Спи, мой мальчик, спи… Хочешь, я расскажу тебе сказку. Старую-старую сказку… Это было очень давно. Тогда не было ни тебя, ни меня. Даже бабушки с дедушкой еще не было… В сказочном царстве Микромир жили три частицы, три электрона. Они были очень веселыми, танцевали, кружились вместе со своим другом Протоном. Протон их очень любил и ласково называл Горошинами.

Долго они так жили, хорошо им было вместе. Прочная у них сложилась дружба. Все привыкли, что они всегда вместе, и называли их союз химическим элементом. Но однажды пришла к ним строгая госпожа Радиоактивность и сказала:

— Настало время вам расстаться!

Горько заплакали Горошины, но ослушаться госпожу не посмели. Каждой Горошине разрешили самой выбирать дорогу. Первая Горошина поплакала, поплакала и сказала:

— Я полечу далеко-далеко, через много-много миров. И все будут видеть, какая я блестящая и красивая…

Исполнили желание первой Горошины, и она полетела. Бедная, маленькая Горошина… Никто теперь не знает, где она. Ведь одну ее совсем, совсем не видно…

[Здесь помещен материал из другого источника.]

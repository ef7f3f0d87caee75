/* SPDX-License-Identifier: GPL-3.0-or-later */
#ifndef EVENGAP_OUTPUT_SUMMARY_H
#define EVENGAP_OUTPUT_SUMMARY_H

/* The result as JSON, for scripts. The layout is stable: keys may be added, but none is
 * renamed or changes its meaning while "evengap" is 1. All values are in the SI unit
 * named beside them; a value that is not known is null, never 0.
 *
 * {
 *   "evengap": 1,                layout version
 *   "kind": "summary",
 *   "version": "0.1.0",          of the program
 *   "geometry": "filter.yaml",   file name without folders
 *   "title": "...",
 *   "verdict": {
 *     "within_limits": true,     true also when there are no limits
 *     "limits": [ {"limit": key as in the geometry file, "sense": "at_most" or
 *                  "at_least", "allowed", "unit", "figure": name or null,
 *                  "value", "uncertainty" (null when not judged), "judged", "met",
 *                  "reason"} ] },
 *   "accuracy": null, or if one was asked for {"within", "state": "met", "memory" (the
 *                budget is spent), "slow" (refining no longer helps), "rounds" (all are
 *                spent), "unsettled" (figures that do not stand), "unsolved" or
 *                "no_figure", "text": the same in words, "of_limits", "rounds",
 *                "figures": [ {"name", "reached": uncertainty relative to the limit or
 *                the value, null if the figure does not stand, "relative_to": "limit" or
 *                "value", "met"} ], "refined": [ {"plane", "all_lines": factor,
 *                "parts": [ {"name", "factor"} ]} ]},
 *   "planes": [ {"plane": key, "axes": ["z", "x"], "grid": [lines along each axis, of
 *                the finest grid], "levels": [ coarse to fine: {"unknowns",
 *                "residual", "reciprocal_condition", "flux_imbalance"} ],
 *                "capacitance_matrix" (if there are 2 to 8 conductors): {
 *                "conductors": [names], "unit", "value": [ rows ], "uncertainty":
 *                [ rows ], "reciprocity", "row_sum" (result.h)}} ],
 *   "figures": [ {"name", "title", "subject": part or supply or null, "group": "beam",
 *                 "along", "across" or "hardware", "planes": [keys], "value",
 *                 "uncertainty", "grids": [values on the grids of the family, coarse to
 *                 fine; empty when missing or from the input alone], "unit", "state":
 *                 "good", "unsettled" or "missing", "note": text or null} ],
 *   "probes": [ {"index": from 0, as listed in the geometry file, "plane", "place":
 *                {"z": m, "x": m}, "potential", "potential_uncertainty",
 *                "potential_unit", "field": {"z": .., "x": ..}, "field_uncertainty":
 *                {..}, "field_unit", "part": name or null} ],
 *   "files": [ names of all files of the folder ]
 * }
 *
 * The same file gives the same bytes: there is no date and no time in it. */

#include "output/sink.h"
#include "solver/result.h"

/** Writes the summary; files[file_count] is the list of the folder's files.
 *  STATUS_MEMORY. The caller closes the sink. */
enum status summary_write(struct sink *sink, const struct result *result,
                          char *const *files, size_t file_count) MUST_CHECK;

/** The short summary of a drawing: "kind" is "drawing"; only "evengap", "kind",
 *  "version", "geometry", "title" and "files". */
enum status summary_write_drawing(struct sink *sink, const struct geometry *geometry,
                                  char *const *files, size_t file_count) MUST_CHECK;

#endif
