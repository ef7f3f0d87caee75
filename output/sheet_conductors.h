/* SPDX-License-Identifier: GPL-3.0-or-later */
#ifndef EVENGAP_OUTPUT_SHEET_CONDUCTORS_H
#define EVENGAP_OUTPUT_SHEET_CONDUCTORS_H

/* Tables of the conductors of electric planes: forces and capacitance matrices. */

#include <stdbool.h>

#include "output/sink.h"
#include "solver/figure.h"

/** True for a figure that these tables show. */
bool sheet_is_conductor_figure(const struct figure *figure);

/** The tables of all planes; nothing where there are none. */
void sheet_conductors(struct sink *sink, const struct figures *figures);

#endif
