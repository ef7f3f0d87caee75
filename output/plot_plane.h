/* SPDX-License-Identifier: GPL-3.0-or-later */
#ifndef EVENGAP_OUTPUT_PLOT_PLANE_H
#define EVENGAP_OUTPUT_PLOT_PLANE_H

/* Pictures of one plane. */

#include "output/folder.h"
#include "solver/result.h"

/** <plane>.svg: the potential as a map with lines of equal potential and the parts.
 *  Errors as plot_end. */
enum status plot_plane_potential(struct folder *folder, enum plane_kind kind,
                                 const struct plane *plane,
                                 const struct plane_result *result, bool *drawn,
                                 struct messages *messages) MUST_CHECK;

/** <plane>.svg: the parts and the lines of the grid. Errors as plot_end. */
enum status plot_plane_grid(struct folder *folder, const struct plane *plane,
                            const struct grid *grid, bool *drawn,
                            struct messages *messages) MUST_CHECK;

/** Name of the picture of a plane: "electric_along.svg". */
const char *plot_plane_name(enum plane_kind kind);

#endif
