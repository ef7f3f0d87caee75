/* SPDX-License-Identifier: GPL-3.0-or-later */

/* The map of the ratio error. The sign matters (faster or slower particles pass), so
 * the lines are labelled with their values and negative ones are dashed. */

#include "output/plot_section.h"

#include <math.h>
#include <stdio.h>

#include "output/number.h"
#include "output/picture.h"

#define COLOUR_BAR  150
#define BELOW       40
#define LEVELS_MOST 12
#define TITLE_SIZE  160

static void find_range(const struct section *section, double *low, double *high)
{
    *low = *high = section->ratio_error[0];
    for (size_t k = 1; k < section->nx * section->ny; k++) {
        *low = fmin(*low, section->ratio_error[k]);
        *high = fmax(*high, section->ratio_error[k]);
    }
}

static void print_circle(struct sink *script, const struct result *result)
{
    const struct figure *radius = figures_find(&result->figures, "even_radius", NULL);
    bool known = radius && radius->state != FIGURE_MISSING && radius->value > 0;
    const struct geometry *geometry = result->geometry;
    char text[NUMBER_TEXT];
    if (!known)
        return;
    number_quantity(radius->value, radius->uncertainty, "m", text, sizeof text);
    sink_print(script,
               "set object 1 circle at %.9g,%.9g size %.9g front fs empty border lc "
               "'black' lw 2.5 dt (10,4)\n",
               geometry->reference_x * 1e3, geometry->reference_y * 1e3,
               radius->value * 1e3);
    sink_print(script,
               "set label 'long dashes: circle of even radius %s' at graph 0, screen 0 "
               "offset 0,1 left font ',12'\n",
               text);
}

static void print_map(struct sink *script, const struct result *result,
                      const struct frame *frame, const struct raster *map)
{
    double low, high;
    find_range(&result->section, &low, &high);
    double step = picture_step(high - low, LEVELS_MOST);
    char title[TITLE_SIZE], step_text[NUMBER_TEXT];
    number_plain(step, 3, step_text, sizeof step_text);
    (void)snprintf(title, sizeof title, "ratio error across, a line every %s",
                   step_text);
    raster_print(script, map, "map");
    picture_levels(script, map, "map", low, high, step);
    picture_axes(script, frame, title);
    sink_print(script,
               "set cblabel 'ratio error (1)' offset 2\nset format cb '%%.1e'\n");
    if (high > low)
        sink_print(script, "set cbrange [%.9g:%.9g]\n", low, high);
    print_circle(script, result);
    sink_print(script, "plot ");
    raster_using(script, map, "map");
    sink_print(
        script,
        ":3 with image notitle, "
        "$levels using 1:($3>=0?$2:NaN) with lines lc 'black' lw 1 notitle, "
        "$levels using 1:($3<0?$2:NaN) with lines lc 'black' lw 1 dt (3,3) "
        "notitle, "
        "$levels using 1:2:(sprintf('%%.1e',$3)) every 400::200 with labels font "
        "',11' notitle\n");
}

enum status plot_section(struct folder *folder, const struct result *result,
                         bool *drawn, struct messages *messages)
{
    const struct section *section = &result->section;
    *drawn = false;
    if (!section->present || !section->ratio_error || section->nx < 2 ||
        section->ny < 2)
        return STATUS_OK;
    struct vec2 low = {section->x[0], section->y[0]};
    struct vec2 high = {section->x[section->nx - 1], section->y[section->ny - 1]};
    struct frame frame = picture_frame(low, high, "x", "y", COLOUR_BAR, BELOW);
    struct raster map = {0};
    struct plot plot = {0};
    enum status status = raster_init(&map, &frame);
    if (!status)
        status = plot_begin(&plot, folder, "ratio_map.svg", frame.width, frame.height,
                            messages);
    if (!status) {
        raster_sample(&map, section->x, (int)section->nx, section->y, (int)section->ny,
                      section->ratio_error);
        print_map(&plot.script, result, &frame, &map);
        status = plot_end(&plot, folder, drawn, messages);
    }
    plot_drop(&plot);
    raster_free(&map);
    return status;
}
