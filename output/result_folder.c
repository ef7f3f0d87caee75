/* SPDX-License-Identifier: GPL-3.0-or-later */

/* The order matters twice: the report embeds the pictures, and the summary, written
 * last, lists every file. A folder with a summary is a complete one. */

#include "output/result_folder.h"

#include <stdio.h>

#include "output/folder.h"
#include "output/interrupt.h"
#include "output/lattice_map.h"
#include "output/path_csv.h"
#include "output/plane_vtk.h"
#include "output/plot_convergence.h"
#include "output/plot_path.h"
#include "output/plot_plane.h"
#include "output/plot_section.h"
#include "output/report.h"
#include "output/sheet.h"
#include "output/summary.h"

#define NAME_SIZE 64

/* Closes after a writer: its failure comes first. */
static enum status finish(struct sink *sink, enum status status,
                          struct messages *messages)
{
    if (!status)
        status = sink_close(sink, messages);
    sink_drop(sink);
    return status;
}

static enum status write_plane(struct folder *folder, const struct result *result,
                               enum plane_kind kind, struct messages *messages)
{
    struct sink sink;
    char name[NAME_SIZE];
    bool drawn;
    (void)snprintf(name, sizeof name, "%s.vtk", plane_kind_key(kind));
    enum status status = folder_open(folder, name, &sink, messages);
    if (status)
        return status;
    status = plane_vtk_write(&sink, kind, &result->planes[kind], messages);
    status = finish(&sink, status, messages);
    if (!status)
        status = plot_plane_potential(folder, kind, &result->geometry->planes[kind],
                                      &result->planes[kind], &drawn, messages);
    return status;
}

static enum status write_path(struct folder *folder, const struct result *result,
                              struct messages *messages)
{
    struct sink sink;
    bool drawn;
    if (!result->profile.present)
        return STATUS_OK;
    enum status status = folder_open(folder, "path.csv", &sink, messages);
    if (status)
        return status;
    path_csv_write(&sink, &result->profile);
    status = finish(&sink, STATUS_OK, messages);
    return status ? status : plot_path(folder, result, &drawn, messages);
}

static enum status write_lattice(struct folder *folder,
                                 const struct lattice_field *lattice,
                                 struct messages *messages)
{
    struct sink sink;
    if (!lattice->present)
        return STATUS_OK;
    enum status status = folder_open(folder, "lattice.vtk", &sink, messages);
    if (status)
        return status;
    status = finish(&sink, lattice_map_write_vtk(&sink, lattice, messages), messages);
    if (!status)
        status = folder_open(folder, "lattice.csv", &sink, messages);
    if (status)
        return status;
    return finish(&sink, lattice_map_write_csv(&sink, lattice, messages), messages);
}

static enum status write_sheet(struct folder *folder, const struct result *result,
                               struct messages *messages)
{
    struct sink sink;
    enum status status = folder_open(folder, "sheet.txt", &sink, messages);
    if (status)
        return status;
    sheet_write(&sink, result);
    return finish(&sink, STATUS_OK, messages);
}

static enum status write_summary(struct folder *folder, const struct result *result,
                                 struct messages *messages)
{
    struct sink sink;
    enum status status = folder_open(folder, FOLDER_MARKER_FILE, &sink, messages);
    if (status)
        return status;
    status = summary_write(&sink, result, folder->names, folder->count);
    return finish(&sink, status, messages);
}

static enum status write_all(struct folder *folder, const struct result *result,
                             struct messages *messages)
{
    enum status status = STATUS_OK;
    bool drawn;
    for (int k = 0; !status && k < PLANE_KINDS; k++)
        if (result->planes[k].present)
            status = write_plane(folder, result, (enum plane_kind)k, messages);
    if (!status)
        status = write_path(folder, result, messages);
    if (!status)
        status = plot_section(folder, result, &drawn, messages);
    if (!status)
        status = plot_convergence(folder, result, &drawn, messages);
    if (!status)
        status = write_lattice(folder, &result->lattice, messages);
    if (!status)
        status = write_sheet(folder, result, messages);
    if (!status)
        status = report_write(folder, result, messages);
    if (!status)
        status = write_summary(folder, result, messages);
    return status;
}

enum status result_folder_write(const struct result *result, const char *path,
                                struct messages *messages)
{
    struct folder folder = {0};
    interrupt_watch();
    enum status status = folder_begin(&folder, path, RESULT_KIND, messages);
    if (!status)
        status = write_all(&folder, result, messages);
    if (!status)
        status = folder_commit(&folder, messages);
    folder_free(&folder);
    interrupt_release();
    return status;
}

static enum status write_drawing(struct folder *folder, const struct geometry *geometry,
                                 const struct grid *grids, struct messages *messages)
{
    struct sink sink;
    enum status status = STATUS_OK;
    for (int k = 0; !status && k < PLANE_KINDS; k++) {
        bool drawn = true;
        if (geometry->planes[k].present)
            status = plot_plane_grid(folder, &geometry->planes[k], &grids[k], &drawn,
                                     messages);
        if (!status && !drawn) {
            messages_add(messages, SEVERITY_ERROR, (struct place){0, 0},
                         "there is no drawing without gnuplot");
            status = STATUS_WRITE;
        }
    }
    if (!status)
        status = folder_open(folder, FOLDER_MARKER_FILE, &sink, messages);
    if (status)
        return status;
    status = summary_write_drawing(&sink, geometry, folder->names, folder->count);
    return finish(&sink, status, messages);
}

enum status result_folder_write_drawing(const struct geometry *geometry,
                                        const struct grid *grids, const char *path,
                                        struct messages *messages)
{
    struct folder folder = {0};
    interrupt_watch();
    enum status status = folder_begin(&folder, path, DRAWING_KIND, messages);
    if (!status)
        status = write_drawing(&folder, geometry, grids, messages);
    if (!status)
        status = folder_commit(&folder, messages);
    folder_free(&folder);
    interrupt_release();
    return status;
}
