/* SPDX-License-Identifier: GPL-3.0-or-later */

/* Names of parts in a picture. A name must not hide another name or a small part, and the
 * reader must see which part it belongs to: where it cannot stand at its part, a thread
 * leads from one to the other. All lengths are pixels from the lower left corner of the
 * axes. */

#include <math.h>
#include <stdbool.h>

#include "output/picture.h"

#define LETTER_WIDTH 8.0
#define LETTER_LINE  18.0
#define PARTS_MOST   60   /* named at most */
#define SMALL        40.0 /* parts up to this size must not be covered */
#define WIDE_ENOUGH  0.6  /* of its name's width: a part that bears it in its middle */
#define ACROSS_STEP  20.0
#define ACROSS_STEPS 20
#define LINES_MOST   12
#define NEAR         (1.6 * LETTER_LINE) /* a name that near to home needs no thread */

struct box {
    double x, y; /* centre */
    double half_width, half_height;
};

/* What is placed already. */
struct names {
    const struct frame *frame;
    double scale, width, height; /* pixels per metre, and of the axes */
    struct box labels[PARTS_MOST];
    struct box parts[PARTS_MOST];
    size_t count, part_count;
};

static bool boxes_meet(const struct box *p, const struct box *q)
{
    return fabs(p->x - q->x) < p->half_width + q->half_width &&
           fabs(p->y - q->y) < p->half_height + q->half_height;
}

static bool is_small(const struct box *part)
{
    return 2 * fmin(part->half_width, part->half_height) < LETTER_LINE &&
           2 * fmax(part->half_width, part->half_height) < SMALL;
}

static bool is_free(const struct names *names, const struct box *label)
{
    bool free = label->x >= label->half_width && label->y >= label->half_height &&
                label->x <= names->width - label->half_width &&
                label->y <= names->height - label->half_height;
    for (size_t k = 0; free && k < names->count; k++)
        free = !boxes_meet(label, &names->labels[k]);
    for (size_t k = 0; free && k < names->part_count; k++)
        free = !(is_small(&names->parts[k]) && boxes_meet(label, &names->parts[k]));
    return free;
}

/* 0, 1, -1, 2, -2, ... */
static int in_turn(int k)
{
    return (k % 2 ? 1 : -1) * ((k + 1) / 2);
}

/* Moves a label to the free place nearest to it; of places equally near the one away from
 * the middle. False if there is none. */
static bool place_label(const struct names *names, struct box *label)
{
    const struct box home = *label;
    const double out_x = home.x < 0.5 * names->width ? -1 : 1;
    const double out_y = home.y < 0.5 * names->height ? -1 : 1;
    double least = (double)INFINITY;
    for (int j = 0; j <= 2 * LINES_MOST; j++)
        for (int i = 0; i <= 2 * ACROSS_STEPS; i++) {
            const double dx = out_x * in_turn(i) * ACROSS_STEP;
            const double dy = out_y * in_turn(j) * LETTER_LINE;
            struct box moved = home;
            moved.x += dx;
            moved.y += dy;
            if (hypot(dx, dy) < least - 1e-6 && is_free(names, &moved)) {
                least = hypot(dx, dy);
                *label = moved;
            }
        }
    return isfinite(least);
}

/* Letters of UTF-8 text. */
static double letters(const char *text)
{
    double count = 0;
    for (; *text; text++)
        count += ((unsigned char)*text & 0xC0) != 0x80;
    return count;
}

static struct box part_box(const struct names *names, const struct part *part)
{
    struct vec2 low, high;
    shape_bounds(&part->shape, &low, &high);
    const struct vec2 origin = names->frame->low;
    return (struct box){(0.5 * (low.a + high.a) - origin.a) * names->scale,
                        (0.5 * (low.b + high.b) - origin.b) * names->scale,
                        0.5 * (high.a - low.a) * names->scale,
                        0.5 * (high.b - low.b) * names->scale};
}

/* Where a name would like to be: beside a thin part, on the side away from the middle;
 * inside a thick one; inside the axes in any case. */
static struct box home_of(const struct names *names, const struct part *part)
{
    const struct box at = part_box(names, part);
    struct box label = {at.x, at.y, letters(part->name) * LETTER_WIDTH / 2 + 5,
                        LETTER_LINE / 2};
    if (2 * at.half_height < 1.5 * LETTER_LINE ||
        at.half_width < WIDE_ENOUGH * label.half_width)
        label.y += (at.y > 0.5 * names->height ? 1 : -1) *
                   (at.half_height + 0.7 * LETTER_LINE);
    label.x = fmin(fmax(label.x, label.half_width), names->width - label.half_width);
    label.y = fmin(fmax(label.y, label.half_height), names->height - label.half_height);
    return label;
}

static double millimetres(double pixels, double origin, double scale)
{
    return (origin + pixels / scale) * 1e3;
}

/* From the part to the edge of its label. */
static void print_thread(struct sink *script, const struct names *names,
                         const struct box *part, const struct box *label)
{
    const struct vec2 low = names->frame->low;
    const double side = label->y > part->y ? -1 : 1;
    sink_print(
        script,
        "set arrow from %.9g,%.9g to %.9g,%.9g nohead front lc 'black' lw 0.8\n",
        millimetres(part->x, low.a, names->scale),
        millimetres(part->y, low.b, names->scale),
        millimetres(label->x, low.a, names->scale),
        millimetres(label->y + side * 0.8 * label->half_height, low.b, names->scale));
}

static void print_name(struct sink *script, struct names *names,
                       const struct part *part)
{
    const struct box home = home_of(names, part), at = part_box(names, part);
    const struct vec2 low = names->frame->low;
    struct box label = home;
    if (!place_label(names, &label))
        return;
    names->labels[names->count++] = label;
    if (hypot(label.x - home.x, label.y - home.y) > NEAR && !boxes_meet(&label, &at))
        print_thread(script, names, &at, &label);
    sink_print(script, "set label ");
    plot_quote(script, part->name);
    sink_print(script, " at %.9g,%.9g center front font ',12' boxed\n",
               millimetres(label.x, low.a, names->scale),
               millimetres(label.y, low.b, names->scale));
}

void picture_names(struct sink *script, const struct plane *plane,
                   const struct frame *frame)
{
    const struct vec2 size = vec2_sub(frame->high, frame->low);
    const double scale = picture_scale(frame);
    struct names names = {.frame = frame,
                          .scale = scale,
                          .width = size.a * scale,
                          .height = size.b * scale};
    for (size_t k = 0; k < plane->part_count && k < PARTS_MOST; k++)
        names.parts[names.part_count++] = part_box(&names, &plane->parts[k]);
    for (size_t k = 0; k < names.part_count; k++)
        print_name(script, &names, &plane->parts[k]);
    sink_print(script, "set style textbox opaque fc 'white' noborder margins 1.5,1\n");
}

Второй Горошине очень не хотелось покидать любимого Протона. Она думала, что доброму милому Протону будет очень плохо без нее. И она все плакала и плакала:

— Ах, оставьте меня…

И ее оставили. Еще быстрее закружилась счастливая Горошина вокруг Протона, делясь с ним радостью. До сих пор живет она со своим Протоном и нет в Микромире более счастливой и более стабильной семьи среди химических элементов.

Третья Горошина поплакала, поплакала и сказала:

— Разгоните меня до скорости света!

Никто не может выдержать такой скорости, но желание Горошины исполнили. Разогнали ее до скорости света. Вес у Горошины стал бесконечно большим, и она погибла. Но из ее бесконечно большой массы образовалась Вселенная, в которой живет много других Горошин. В ней живем и мы с тобой, сынок… Спи, мой мальчик, спи…

Мальчик спит. Ему снится третья Горошина…


Конечно, дети и такой вот простенькой сказочкой обойдутся. А сказки для взрослых — это уже научная фантастика. Ведь и взрослому дяде нужно что-то там забыть, отдохнуть от дум тяжких. Можно, конечно, отгородиться от суровой действительности спасительной стеной опьянения. Многие так и делают, к сожалению…

— А чо делать, — заметил Хромой, — если, допустим, даже в кино некуда сходить. Наши нефтяники, кто в Нижневартовск распределился, рассказывали на юбилее, что у них нет ни одного кинотеатра!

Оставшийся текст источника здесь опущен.